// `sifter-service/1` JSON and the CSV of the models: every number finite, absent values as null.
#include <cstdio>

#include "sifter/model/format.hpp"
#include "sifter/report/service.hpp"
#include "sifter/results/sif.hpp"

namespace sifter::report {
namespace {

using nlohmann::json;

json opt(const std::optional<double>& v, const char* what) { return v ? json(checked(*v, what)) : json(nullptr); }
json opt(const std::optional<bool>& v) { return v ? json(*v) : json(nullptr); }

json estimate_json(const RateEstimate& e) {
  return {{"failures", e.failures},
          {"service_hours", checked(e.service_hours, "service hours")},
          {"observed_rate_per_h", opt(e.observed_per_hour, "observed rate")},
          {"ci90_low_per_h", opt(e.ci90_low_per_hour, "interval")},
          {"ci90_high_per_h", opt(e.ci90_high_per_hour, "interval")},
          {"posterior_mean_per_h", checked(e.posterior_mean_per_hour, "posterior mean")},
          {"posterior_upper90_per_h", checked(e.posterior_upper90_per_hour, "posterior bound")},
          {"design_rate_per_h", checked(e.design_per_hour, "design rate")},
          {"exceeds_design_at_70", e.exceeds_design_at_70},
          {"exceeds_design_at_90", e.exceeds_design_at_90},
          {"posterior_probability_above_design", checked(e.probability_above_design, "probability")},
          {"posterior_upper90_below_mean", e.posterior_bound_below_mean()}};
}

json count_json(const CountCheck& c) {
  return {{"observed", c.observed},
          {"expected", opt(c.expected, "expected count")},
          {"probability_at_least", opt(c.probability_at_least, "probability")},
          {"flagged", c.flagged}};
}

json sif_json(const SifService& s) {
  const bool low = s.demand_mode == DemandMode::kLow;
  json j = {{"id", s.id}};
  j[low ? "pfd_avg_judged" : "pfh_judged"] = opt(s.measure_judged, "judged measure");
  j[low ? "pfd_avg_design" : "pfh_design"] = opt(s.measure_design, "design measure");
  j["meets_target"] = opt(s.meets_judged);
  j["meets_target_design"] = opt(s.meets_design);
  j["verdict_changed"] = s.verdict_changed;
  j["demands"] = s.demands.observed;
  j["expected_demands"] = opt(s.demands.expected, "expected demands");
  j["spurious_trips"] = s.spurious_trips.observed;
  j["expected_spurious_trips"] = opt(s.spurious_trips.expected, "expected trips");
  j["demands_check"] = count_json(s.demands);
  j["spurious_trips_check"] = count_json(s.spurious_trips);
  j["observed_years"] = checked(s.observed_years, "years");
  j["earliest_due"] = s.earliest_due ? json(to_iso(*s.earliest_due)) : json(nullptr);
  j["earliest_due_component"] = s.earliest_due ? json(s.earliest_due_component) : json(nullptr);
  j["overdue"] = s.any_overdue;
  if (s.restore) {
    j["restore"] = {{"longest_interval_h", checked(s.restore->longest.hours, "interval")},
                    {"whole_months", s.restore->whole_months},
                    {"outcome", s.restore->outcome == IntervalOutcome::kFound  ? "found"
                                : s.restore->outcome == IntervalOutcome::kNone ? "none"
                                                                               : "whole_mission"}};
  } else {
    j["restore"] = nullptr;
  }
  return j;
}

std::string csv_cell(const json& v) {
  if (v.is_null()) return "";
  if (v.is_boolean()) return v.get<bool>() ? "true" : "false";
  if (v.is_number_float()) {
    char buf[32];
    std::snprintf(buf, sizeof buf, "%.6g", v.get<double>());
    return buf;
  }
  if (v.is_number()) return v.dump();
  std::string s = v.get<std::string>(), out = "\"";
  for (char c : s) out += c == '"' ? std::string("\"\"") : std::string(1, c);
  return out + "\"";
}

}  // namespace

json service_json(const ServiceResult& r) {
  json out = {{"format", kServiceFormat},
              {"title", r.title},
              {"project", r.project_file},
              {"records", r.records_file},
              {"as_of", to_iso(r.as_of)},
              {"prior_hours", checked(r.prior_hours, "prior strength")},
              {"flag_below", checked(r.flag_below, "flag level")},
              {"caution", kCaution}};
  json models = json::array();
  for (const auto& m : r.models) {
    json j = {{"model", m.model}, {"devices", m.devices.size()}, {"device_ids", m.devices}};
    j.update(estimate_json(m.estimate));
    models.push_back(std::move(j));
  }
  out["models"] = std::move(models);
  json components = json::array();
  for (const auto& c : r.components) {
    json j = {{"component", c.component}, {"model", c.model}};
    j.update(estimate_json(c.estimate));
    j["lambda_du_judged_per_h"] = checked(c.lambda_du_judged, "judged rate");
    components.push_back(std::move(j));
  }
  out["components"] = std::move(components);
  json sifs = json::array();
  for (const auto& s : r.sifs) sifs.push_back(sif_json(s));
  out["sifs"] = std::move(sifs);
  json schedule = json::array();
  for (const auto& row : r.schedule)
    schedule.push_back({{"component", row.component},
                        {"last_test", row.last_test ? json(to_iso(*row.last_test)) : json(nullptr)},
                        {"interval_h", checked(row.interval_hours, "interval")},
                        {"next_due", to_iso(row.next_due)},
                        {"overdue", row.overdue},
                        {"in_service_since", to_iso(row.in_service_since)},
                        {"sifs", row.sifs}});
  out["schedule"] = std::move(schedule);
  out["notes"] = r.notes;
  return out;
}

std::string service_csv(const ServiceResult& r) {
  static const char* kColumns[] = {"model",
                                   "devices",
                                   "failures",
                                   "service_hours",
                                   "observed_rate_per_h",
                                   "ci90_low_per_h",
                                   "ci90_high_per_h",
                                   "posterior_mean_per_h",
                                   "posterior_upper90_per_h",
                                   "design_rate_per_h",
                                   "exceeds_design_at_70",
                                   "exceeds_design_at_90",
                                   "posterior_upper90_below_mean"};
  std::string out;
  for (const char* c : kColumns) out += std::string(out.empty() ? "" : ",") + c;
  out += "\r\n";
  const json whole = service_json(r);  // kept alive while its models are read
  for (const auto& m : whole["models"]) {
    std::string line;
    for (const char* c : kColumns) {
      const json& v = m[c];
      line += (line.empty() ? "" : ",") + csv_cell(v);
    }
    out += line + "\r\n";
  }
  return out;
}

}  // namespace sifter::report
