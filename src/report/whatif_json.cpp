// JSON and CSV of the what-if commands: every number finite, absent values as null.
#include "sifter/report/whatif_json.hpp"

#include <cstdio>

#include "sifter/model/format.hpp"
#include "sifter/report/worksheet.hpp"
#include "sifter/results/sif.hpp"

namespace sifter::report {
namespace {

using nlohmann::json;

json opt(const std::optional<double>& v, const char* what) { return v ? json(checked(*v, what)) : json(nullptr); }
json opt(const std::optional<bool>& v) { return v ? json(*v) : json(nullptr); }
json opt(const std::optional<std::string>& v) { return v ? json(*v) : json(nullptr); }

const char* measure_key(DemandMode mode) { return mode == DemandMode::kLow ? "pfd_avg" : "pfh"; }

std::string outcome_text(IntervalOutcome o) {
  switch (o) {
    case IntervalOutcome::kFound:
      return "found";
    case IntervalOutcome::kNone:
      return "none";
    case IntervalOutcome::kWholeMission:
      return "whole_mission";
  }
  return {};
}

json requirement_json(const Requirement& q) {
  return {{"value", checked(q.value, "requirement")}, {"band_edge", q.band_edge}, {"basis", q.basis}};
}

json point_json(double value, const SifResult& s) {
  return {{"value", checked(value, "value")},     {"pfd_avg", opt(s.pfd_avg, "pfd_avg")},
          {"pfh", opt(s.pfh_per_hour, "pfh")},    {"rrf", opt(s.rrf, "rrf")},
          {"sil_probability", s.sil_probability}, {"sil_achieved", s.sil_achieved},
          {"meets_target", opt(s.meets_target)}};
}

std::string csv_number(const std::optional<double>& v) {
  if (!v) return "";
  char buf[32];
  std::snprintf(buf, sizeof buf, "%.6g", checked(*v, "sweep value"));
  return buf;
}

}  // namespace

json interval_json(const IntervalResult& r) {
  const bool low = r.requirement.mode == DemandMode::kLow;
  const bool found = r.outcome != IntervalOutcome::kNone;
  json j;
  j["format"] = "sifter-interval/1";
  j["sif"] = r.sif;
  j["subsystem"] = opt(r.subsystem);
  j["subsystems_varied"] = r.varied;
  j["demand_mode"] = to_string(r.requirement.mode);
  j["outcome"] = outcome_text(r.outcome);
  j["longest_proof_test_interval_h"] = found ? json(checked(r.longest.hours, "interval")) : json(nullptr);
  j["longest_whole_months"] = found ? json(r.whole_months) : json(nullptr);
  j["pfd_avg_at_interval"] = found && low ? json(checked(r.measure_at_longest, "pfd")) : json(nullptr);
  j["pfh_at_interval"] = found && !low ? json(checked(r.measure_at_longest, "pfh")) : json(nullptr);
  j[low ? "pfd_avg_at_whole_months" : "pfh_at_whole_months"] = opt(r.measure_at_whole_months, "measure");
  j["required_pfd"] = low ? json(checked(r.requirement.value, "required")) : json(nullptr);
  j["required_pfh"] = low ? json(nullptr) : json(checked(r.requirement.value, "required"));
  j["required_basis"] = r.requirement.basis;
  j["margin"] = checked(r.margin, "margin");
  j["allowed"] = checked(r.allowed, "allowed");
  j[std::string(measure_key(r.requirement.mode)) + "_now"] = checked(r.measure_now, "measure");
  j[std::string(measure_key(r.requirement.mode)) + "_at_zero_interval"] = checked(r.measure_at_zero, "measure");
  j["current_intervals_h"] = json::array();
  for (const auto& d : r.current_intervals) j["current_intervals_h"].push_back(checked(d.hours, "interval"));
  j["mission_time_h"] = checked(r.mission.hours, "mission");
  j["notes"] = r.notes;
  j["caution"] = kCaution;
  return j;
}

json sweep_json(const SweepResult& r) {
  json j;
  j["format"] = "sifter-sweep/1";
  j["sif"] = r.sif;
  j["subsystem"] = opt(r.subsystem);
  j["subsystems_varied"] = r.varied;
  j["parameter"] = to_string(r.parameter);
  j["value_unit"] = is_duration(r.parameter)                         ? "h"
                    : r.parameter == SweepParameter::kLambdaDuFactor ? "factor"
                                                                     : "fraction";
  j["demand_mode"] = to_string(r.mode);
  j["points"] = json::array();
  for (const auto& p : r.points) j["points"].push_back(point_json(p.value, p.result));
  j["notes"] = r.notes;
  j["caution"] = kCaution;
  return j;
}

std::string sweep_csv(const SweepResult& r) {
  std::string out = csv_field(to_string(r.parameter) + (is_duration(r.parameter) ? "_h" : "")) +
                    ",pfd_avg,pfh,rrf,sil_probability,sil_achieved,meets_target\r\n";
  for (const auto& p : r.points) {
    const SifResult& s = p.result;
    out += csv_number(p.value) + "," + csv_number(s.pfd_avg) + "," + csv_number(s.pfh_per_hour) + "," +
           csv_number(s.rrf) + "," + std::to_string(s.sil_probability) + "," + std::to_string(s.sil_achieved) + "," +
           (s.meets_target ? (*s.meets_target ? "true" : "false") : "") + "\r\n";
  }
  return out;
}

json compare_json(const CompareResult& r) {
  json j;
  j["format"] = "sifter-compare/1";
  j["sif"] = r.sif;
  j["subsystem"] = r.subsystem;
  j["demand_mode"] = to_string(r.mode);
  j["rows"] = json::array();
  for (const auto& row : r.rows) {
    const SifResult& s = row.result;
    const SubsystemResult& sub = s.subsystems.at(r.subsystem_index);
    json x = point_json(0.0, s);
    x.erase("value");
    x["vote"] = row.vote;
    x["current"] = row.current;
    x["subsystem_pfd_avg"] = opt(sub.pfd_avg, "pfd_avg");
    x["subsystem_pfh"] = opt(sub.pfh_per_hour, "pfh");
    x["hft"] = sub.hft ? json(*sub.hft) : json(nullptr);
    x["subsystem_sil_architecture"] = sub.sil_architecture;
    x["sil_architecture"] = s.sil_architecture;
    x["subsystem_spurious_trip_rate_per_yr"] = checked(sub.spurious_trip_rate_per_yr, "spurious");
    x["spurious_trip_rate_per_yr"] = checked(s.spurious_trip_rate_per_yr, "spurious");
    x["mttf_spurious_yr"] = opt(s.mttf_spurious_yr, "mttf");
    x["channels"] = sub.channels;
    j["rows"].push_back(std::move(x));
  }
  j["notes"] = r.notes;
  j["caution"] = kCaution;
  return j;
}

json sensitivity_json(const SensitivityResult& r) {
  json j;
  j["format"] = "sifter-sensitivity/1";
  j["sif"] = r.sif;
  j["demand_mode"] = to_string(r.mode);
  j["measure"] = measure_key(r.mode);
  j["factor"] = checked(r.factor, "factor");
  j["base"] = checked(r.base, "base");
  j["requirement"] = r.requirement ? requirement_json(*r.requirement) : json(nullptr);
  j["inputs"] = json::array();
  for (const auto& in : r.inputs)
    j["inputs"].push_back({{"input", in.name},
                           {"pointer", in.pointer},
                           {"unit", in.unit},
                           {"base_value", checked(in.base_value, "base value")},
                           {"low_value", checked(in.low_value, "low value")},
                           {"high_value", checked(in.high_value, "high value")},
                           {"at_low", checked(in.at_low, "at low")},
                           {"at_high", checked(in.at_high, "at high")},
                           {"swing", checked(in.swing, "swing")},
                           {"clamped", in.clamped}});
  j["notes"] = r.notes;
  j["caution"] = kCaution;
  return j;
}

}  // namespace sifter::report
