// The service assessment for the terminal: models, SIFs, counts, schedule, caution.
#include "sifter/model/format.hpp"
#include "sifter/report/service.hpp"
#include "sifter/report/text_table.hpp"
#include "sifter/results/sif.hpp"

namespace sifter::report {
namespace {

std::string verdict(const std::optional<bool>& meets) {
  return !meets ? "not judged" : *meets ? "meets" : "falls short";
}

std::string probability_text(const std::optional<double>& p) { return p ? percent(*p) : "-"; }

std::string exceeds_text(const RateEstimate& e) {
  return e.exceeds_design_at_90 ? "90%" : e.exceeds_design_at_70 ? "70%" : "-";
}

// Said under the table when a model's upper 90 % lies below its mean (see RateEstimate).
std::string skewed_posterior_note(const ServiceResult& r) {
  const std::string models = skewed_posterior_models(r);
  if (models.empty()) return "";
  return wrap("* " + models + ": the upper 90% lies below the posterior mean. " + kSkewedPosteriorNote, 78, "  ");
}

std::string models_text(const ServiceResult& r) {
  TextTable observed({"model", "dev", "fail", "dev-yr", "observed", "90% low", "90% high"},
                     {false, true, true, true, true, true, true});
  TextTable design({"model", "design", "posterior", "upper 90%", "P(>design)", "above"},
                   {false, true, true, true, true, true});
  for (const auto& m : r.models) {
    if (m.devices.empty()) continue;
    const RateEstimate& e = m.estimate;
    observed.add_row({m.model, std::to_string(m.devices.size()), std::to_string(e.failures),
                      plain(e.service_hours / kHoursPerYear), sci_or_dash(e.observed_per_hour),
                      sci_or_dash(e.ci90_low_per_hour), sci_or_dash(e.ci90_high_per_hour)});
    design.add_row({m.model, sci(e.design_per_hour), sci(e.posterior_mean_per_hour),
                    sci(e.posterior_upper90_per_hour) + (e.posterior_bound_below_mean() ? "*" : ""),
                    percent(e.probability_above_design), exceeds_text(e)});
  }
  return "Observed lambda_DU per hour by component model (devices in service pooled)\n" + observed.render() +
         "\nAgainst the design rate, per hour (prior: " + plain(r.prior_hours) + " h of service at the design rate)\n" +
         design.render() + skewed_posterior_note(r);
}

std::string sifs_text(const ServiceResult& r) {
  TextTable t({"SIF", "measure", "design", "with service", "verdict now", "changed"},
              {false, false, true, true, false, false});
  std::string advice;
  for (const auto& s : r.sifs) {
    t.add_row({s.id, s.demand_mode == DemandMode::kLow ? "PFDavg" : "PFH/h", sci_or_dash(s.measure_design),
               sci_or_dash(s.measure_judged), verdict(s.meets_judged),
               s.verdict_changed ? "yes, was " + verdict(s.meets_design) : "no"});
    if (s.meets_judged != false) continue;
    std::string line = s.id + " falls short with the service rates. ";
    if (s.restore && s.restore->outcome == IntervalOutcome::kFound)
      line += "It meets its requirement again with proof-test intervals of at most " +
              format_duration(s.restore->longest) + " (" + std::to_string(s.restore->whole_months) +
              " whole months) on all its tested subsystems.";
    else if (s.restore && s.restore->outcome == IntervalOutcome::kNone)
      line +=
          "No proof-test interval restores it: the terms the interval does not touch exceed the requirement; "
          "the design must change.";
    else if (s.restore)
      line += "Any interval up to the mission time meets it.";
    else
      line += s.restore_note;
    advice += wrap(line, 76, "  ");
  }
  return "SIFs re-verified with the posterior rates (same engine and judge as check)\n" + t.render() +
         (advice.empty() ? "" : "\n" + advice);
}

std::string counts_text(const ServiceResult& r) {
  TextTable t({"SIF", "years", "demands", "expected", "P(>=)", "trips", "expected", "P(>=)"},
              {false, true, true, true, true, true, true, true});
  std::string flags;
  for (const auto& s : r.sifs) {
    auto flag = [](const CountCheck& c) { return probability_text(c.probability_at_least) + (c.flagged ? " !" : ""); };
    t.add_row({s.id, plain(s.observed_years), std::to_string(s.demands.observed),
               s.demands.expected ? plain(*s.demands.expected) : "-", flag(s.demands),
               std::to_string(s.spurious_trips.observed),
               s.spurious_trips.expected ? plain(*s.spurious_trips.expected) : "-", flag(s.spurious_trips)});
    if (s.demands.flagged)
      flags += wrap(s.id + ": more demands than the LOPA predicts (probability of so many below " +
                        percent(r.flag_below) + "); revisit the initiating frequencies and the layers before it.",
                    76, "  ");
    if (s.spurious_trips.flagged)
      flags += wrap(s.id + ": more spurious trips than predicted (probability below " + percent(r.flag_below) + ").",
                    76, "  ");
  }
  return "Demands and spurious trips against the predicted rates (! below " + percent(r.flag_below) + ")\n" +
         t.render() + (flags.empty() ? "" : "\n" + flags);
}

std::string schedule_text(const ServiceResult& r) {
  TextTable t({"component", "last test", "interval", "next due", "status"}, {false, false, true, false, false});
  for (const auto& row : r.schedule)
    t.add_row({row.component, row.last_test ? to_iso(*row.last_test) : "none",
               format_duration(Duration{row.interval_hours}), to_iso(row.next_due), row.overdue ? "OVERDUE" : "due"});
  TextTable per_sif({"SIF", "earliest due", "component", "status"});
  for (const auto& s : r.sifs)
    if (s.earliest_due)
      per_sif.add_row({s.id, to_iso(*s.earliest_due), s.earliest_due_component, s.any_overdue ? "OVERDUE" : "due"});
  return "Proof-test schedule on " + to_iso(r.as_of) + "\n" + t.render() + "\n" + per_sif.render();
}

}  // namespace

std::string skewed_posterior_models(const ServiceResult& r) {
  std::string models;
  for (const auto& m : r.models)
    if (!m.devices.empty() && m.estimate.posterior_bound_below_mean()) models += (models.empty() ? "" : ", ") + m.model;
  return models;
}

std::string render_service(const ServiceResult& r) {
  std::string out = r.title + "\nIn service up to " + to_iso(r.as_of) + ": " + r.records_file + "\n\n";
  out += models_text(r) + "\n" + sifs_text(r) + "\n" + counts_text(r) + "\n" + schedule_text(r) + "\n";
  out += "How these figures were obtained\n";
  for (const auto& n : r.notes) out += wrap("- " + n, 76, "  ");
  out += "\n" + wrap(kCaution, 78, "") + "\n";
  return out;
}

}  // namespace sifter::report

________

■ WORK TASK ■
Return the span of lines in the data above that opens at the line with "row.last_test ? json(to_iso(*row.last_test))" and closes at the line with "std::string service_csv(const ServiceResult&", exactly, ends included, nothing else.

■ RESULT FOR THIS TASK ■
                        {"last_test", row.last_test ? json(to_iso(*row.last_test)) : json(nullptr)},
                        {"interval_h", checked(row.interval_hours, "interval")},
                        {"next_due", to_iso(row.next_due)},
                        {"overdue", row.overdue},
                        {"in_service_since", to_iso(row.in_service_since)},
                        {"sifs", row.sifs}});
  out["schedule"] = std::move(schedule);
  out["notes"] = r.notes;
  return out;
}

std::string service_csv(const ServiceResult& r) {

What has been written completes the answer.